===== Data records

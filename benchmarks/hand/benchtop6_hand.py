"""Hand-written closed-form inverse kinematics of the demo arm examples/benchtop6.toml, in pure Python.

The yardstick that benchmarks/bench_speed.py times the generated Python solver against. Written by
hand, not by ikgen, and independently of its generator; the same formulas as benchtop6_hand.c, where
the method (wrist-centre decoupling, Pieper 1968; planar two-link law of cosines with atan2; a
ZYZ-type wrist; Spong, Hutchinson and Vidyasagar, Robot Modeling and Control, 1st ed., sec. 5.3, and
Craig, Introduction to Robotics, 3rd ed., sec. 4.7, section numbers from memory) and the derivation
for this DH table are written out.

``inverse(pose)`` takes a row-major 4x4 tool pose (nested sequences, mm) and returns every
closed-form solution, joint limits ignored, as a list of 6-tuples of readings in degrees, each in
(-180, 180]; an empty list when the pose is out of reach or holds a NaN or an infinity.
Imports only ``math``.

Safety: a benchmark yardstick, not a product. Check every solution in simulation before moving a
real arm; limits and collisions are the integrator's job (ISO 10218-1/-2, ISO/TS 15066).
"""

from math import atan2, sqrt

R2D = 57.295779513082321          # 180 / pi
PHI_DEG = 85.236358309273826      # atan2(240, 20) in degrees: the elbow offset a3 = 20 against d4 = 240
L3_SQ = 58000.0                   # 20^2 + 240^2
REACH_SLACK = 1e-9 * L3_SQ        # S^2 this far below 0 is rounding: arm stretched or folded
WRIST_FREE = 1e-12                # sin(th5) below this: joints 4 and 6 share one axis


def inverse(pose, atan2=atan2, sqrt=sqrt):
    """Every closed-form solution of a tool pose (see the module docstring); atan2 and sqrt are
    bound as defaults because local names are faster to look up than globals in CPython."""
    # atan2(...) * R2D lies in [-180, 180] (180/pi * pi rounds to 180 exactly), so a reading needs at
    # most one comparison to land in (-180, 180]; helpers are inlined: a call costs more than the maths
    (xx, yx, zx, px), (xy, yy, zy, py), (xz, yz, zz, pz) = pose[0], pose[1], pose[2]
    probe = xx + yx + zx + px + xy + yy + zy + py + xz + yz + zz + pz
    if probe - probe != 0.0:
        return []
    wx, wy, wz = px - 165.0 * zx, py - 165.0 * zy, pz - 165.0 * zz
    rr = wx * wx + wy * wy
    y1 = 220.0 - wz
    if rr > 1e-24:
        r = sqrt(rr)
        c1, s1 = wx / r, wy / r
        q1 = atan2(wy, wx) * R2D
        if q1 <= -180.0:
            q1 = 180.0
        sides = ((r, 1.0, q1), (-r, -1.0, q1 - 180.0 if q1 > 0.0 else q1 + 180.0))
    else:  # wrist centre on axis 1: joint 1 is free, keep it at 0
        c1, s1 = 1.0, 0.0
        sides = ((0.0, 1.0, 0.0),)
    # pose columns seen from joint 1 (shoulder side 1; side 2 negates them)
    az1, bz1 = c1 * zx + s1 * zy, s1 * zx - c1 * zy
    ax1, bx1 = c1 * xx + s1 * xy, s1 * xx - c1 * xy
    ay1, by1 = c1 * yx + s1 * yy, s1 * yx - c1 * yy
    out = []
    for r, sign, q1 in sides:
        x1 = r - 25.0
        rho2 = x1 * x1 + y1 * y1
        k = (rho2 - 125600.0) * (1.0 / 520.0)
        ss = L3_SQ - k * k
        if ss < 0.0:
            if ss < -REACH_SLACK:
                continue  # out of reach on this side
            ss = 0.0
        s = sqrt(ss)
        th3 = atan2(s, k) * R2D  # th3 + phi of the first elbow, in [0, 180]; the other elbow has -th3
        q3b = -th3 - PHI_DEG
        if q3b <= -180.0:
            q3b += 360.0
        az, bz, ax, ay = sign * az1, sign * bz1, sign * ax1, sign * ay1
        u = 260.0 + k
        scale = 1.0 / (rho2 * L3_SQ)
        for v, q3 in ((s, th3 - PHI_DEG), (-s, q3b)):
            # cos and sin of th2 times rho2, of th3 times L3^2: atan2 needs no division, c23 and s23 one
            c2, s2 = u * x1 + v * y1, u * y1 - v * x1
            c3, s3 = 20.0 * k + 240.0 * v, 20.0 * v - 240.0 * k
            c23, s23 = (c2 * c3 - s2 * s3) * scale, (s2 * c3 + c2 * s3) * scale
            q2 = atan2(s2, c2) * R2D + 90.0
            if q2 > 180.0:
                q2 -= 360.0
            # wrist: R36 = R03^T R, entries m13, m23 (= bz), m33, m31, m32
            m13 = c23 * az - s23 * zz
            s5 = sqrt(m13 * m13 + bz * bz)
            if s5 > WRIST_FREE:
                q4 = atan2(-bz, -m13) * R2D
                q5 = atan2(s5, -s23 * az - c23 * zz) * R2D
                q6 = atan2(s23 * ay + c23 * yz, -s23 * ax - c23 * xz) * R2D
                if q4 <= -180.0:
                    q4 = 180.0
                if q6 <= -180.0:
                    q6 = 180.0
                q5b = -q5
            else:  # joints 4 and 6 on one axis: keep joint 4 at 0, th6 = atan2(m21, m22)
                q4, q5 = 0.0, (0.0 if -s23 * az - c23 * zz > 0.0 else 180.0)
                q5b = q5  # 0 and 180 are their own negatives in (-180, 180]
                q6 = atan2(sign * bx1, sign * by1) * R2D
                if q6 <= -180.0:
                    q6 = 180.0
            out += ((q1, q2, q3, q4, q5, q6),
                    (q1, q2, q3, q4 - 180.0 if q4 > 0.0 else q4 + 180.0, q5b, q6 - 180.0 if q6 > 0.0 else q6 + 180.0))
    return out
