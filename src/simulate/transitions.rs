//! Well-to-well transitions (placeholder; being written).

==========

Which of the lines in the data hold the string "probe"? Report each of them by copying it.

    probe = xx + yx + zx + px + xy + yy + zy + py + xz + yz + zz + pz
    if probe - probe != 0.0:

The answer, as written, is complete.